**PROBLEM TO SOLVE:**
For the data below, report how many lines contain the string "from" and write nothing more.

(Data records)
>>>
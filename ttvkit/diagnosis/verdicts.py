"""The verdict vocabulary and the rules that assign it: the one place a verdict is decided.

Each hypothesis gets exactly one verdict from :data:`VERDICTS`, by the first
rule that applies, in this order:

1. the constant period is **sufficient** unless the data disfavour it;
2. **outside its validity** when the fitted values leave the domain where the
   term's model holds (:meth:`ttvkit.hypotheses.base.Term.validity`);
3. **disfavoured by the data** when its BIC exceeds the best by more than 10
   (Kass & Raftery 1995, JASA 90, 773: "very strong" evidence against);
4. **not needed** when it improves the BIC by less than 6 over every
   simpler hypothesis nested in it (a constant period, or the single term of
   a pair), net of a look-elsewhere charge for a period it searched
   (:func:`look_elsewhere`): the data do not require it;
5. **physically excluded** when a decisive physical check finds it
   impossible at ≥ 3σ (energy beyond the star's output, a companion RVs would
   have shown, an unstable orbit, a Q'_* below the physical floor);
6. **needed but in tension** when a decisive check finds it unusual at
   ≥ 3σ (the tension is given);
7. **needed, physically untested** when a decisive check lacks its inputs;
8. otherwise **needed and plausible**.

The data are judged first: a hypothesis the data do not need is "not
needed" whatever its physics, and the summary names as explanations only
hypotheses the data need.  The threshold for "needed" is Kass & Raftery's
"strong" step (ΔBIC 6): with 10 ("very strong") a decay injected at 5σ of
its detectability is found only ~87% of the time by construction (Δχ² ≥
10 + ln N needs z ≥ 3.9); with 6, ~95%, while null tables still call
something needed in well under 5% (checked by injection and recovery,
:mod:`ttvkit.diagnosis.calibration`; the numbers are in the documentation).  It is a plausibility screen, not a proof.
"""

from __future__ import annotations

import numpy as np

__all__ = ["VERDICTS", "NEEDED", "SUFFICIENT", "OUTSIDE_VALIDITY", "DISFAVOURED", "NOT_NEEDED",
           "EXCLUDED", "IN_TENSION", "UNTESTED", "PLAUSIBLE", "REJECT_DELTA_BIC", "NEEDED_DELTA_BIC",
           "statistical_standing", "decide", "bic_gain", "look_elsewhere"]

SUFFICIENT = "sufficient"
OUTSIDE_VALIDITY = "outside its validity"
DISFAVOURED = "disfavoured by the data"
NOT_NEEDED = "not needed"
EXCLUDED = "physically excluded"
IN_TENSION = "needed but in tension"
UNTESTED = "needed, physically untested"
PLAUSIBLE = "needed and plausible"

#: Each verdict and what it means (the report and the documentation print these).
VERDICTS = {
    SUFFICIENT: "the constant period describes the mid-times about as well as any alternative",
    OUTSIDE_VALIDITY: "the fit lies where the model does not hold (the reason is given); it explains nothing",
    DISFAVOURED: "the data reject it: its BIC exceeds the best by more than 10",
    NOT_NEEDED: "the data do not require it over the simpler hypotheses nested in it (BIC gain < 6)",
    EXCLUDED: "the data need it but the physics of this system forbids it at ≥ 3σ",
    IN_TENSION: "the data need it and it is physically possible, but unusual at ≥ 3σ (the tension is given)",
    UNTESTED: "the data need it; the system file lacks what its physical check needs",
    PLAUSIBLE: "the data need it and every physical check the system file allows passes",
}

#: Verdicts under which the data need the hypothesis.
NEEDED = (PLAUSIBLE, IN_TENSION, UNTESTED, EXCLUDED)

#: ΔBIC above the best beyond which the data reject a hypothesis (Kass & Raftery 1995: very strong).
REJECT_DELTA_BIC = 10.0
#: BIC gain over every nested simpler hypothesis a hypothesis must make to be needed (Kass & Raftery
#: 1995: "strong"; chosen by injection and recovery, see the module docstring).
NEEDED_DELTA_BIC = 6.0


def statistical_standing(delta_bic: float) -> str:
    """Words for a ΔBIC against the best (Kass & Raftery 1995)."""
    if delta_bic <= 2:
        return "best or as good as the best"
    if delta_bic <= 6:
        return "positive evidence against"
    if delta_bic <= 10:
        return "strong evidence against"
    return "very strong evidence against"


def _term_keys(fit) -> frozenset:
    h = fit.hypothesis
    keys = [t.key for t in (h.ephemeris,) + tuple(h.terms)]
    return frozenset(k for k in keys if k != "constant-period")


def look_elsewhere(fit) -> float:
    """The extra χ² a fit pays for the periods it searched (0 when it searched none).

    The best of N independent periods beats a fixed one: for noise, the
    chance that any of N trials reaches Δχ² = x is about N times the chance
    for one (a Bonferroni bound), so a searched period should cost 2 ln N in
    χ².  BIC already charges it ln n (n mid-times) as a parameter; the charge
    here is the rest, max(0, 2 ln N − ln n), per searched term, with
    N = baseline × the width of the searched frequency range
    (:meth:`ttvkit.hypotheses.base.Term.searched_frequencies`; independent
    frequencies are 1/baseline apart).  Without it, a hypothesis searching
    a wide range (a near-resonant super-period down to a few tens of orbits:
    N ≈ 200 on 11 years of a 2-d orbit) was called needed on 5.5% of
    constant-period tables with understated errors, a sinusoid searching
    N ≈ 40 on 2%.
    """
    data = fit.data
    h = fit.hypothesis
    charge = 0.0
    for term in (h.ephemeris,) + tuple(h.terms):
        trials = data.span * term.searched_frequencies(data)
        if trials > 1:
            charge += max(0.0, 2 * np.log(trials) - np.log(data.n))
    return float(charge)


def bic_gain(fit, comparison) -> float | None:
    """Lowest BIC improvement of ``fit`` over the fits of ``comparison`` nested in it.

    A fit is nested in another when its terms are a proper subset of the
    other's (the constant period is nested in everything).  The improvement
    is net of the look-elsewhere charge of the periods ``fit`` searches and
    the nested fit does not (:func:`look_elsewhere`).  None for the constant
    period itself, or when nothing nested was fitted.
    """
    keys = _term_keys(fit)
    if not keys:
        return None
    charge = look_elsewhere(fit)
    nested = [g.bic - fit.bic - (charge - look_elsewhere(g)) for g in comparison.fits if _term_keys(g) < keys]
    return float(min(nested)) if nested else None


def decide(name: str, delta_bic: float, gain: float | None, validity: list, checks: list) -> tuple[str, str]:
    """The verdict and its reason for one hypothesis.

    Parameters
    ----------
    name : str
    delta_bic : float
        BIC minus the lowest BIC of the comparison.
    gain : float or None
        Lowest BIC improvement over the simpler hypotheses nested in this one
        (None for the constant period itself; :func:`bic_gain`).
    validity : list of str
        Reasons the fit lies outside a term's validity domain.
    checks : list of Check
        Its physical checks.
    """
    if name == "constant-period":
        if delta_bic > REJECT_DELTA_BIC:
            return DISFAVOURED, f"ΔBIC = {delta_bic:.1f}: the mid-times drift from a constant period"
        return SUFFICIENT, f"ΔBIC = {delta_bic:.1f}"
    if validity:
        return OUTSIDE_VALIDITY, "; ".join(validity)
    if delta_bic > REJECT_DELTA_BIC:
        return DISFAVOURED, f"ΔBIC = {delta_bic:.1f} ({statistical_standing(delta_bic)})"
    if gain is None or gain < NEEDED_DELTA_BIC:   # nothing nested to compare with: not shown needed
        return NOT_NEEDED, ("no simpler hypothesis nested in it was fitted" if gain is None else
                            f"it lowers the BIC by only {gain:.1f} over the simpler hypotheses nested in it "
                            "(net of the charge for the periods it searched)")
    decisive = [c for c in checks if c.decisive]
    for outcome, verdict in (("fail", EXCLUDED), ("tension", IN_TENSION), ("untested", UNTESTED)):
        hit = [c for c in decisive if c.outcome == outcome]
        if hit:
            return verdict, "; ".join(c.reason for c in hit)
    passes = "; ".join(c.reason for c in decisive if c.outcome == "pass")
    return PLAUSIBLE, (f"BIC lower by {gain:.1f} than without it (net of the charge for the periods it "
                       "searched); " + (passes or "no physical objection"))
<<<
>>>
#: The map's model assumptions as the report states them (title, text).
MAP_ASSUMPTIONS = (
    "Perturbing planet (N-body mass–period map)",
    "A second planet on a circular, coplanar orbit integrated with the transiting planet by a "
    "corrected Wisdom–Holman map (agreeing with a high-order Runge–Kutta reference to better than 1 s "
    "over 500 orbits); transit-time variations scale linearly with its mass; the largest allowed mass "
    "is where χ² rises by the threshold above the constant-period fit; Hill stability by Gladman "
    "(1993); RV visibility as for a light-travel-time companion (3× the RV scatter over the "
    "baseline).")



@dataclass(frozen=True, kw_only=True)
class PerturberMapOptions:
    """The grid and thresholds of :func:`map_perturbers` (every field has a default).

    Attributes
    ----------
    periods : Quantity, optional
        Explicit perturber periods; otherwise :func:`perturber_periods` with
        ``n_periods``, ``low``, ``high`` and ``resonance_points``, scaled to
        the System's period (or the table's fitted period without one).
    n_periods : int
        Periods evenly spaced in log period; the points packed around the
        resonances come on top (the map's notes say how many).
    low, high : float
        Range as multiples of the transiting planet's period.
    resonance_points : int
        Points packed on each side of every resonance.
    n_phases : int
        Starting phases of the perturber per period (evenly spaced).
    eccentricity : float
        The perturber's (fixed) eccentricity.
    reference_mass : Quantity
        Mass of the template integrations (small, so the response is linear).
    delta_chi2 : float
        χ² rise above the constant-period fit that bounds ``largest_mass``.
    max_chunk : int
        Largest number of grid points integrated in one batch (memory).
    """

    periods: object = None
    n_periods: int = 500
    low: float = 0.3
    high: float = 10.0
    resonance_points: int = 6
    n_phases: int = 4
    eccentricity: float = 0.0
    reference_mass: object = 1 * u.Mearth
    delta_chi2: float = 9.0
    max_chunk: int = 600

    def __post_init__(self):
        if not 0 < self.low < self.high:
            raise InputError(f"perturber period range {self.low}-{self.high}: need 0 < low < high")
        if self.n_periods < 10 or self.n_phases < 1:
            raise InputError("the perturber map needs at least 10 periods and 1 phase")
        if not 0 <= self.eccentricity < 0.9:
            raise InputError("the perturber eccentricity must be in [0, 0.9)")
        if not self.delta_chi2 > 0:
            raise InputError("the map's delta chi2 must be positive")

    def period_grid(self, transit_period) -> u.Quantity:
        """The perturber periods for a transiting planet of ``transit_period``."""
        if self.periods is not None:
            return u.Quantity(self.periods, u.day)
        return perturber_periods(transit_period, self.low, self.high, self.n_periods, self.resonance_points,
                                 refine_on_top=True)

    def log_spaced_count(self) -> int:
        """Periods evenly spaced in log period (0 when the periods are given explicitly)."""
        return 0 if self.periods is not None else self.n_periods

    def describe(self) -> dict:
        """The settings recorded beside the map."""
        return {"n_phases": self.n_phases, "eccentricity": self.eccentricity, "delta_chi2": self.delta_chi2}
<<<
**OUTPUT FOR THIS EXERCISE:**
3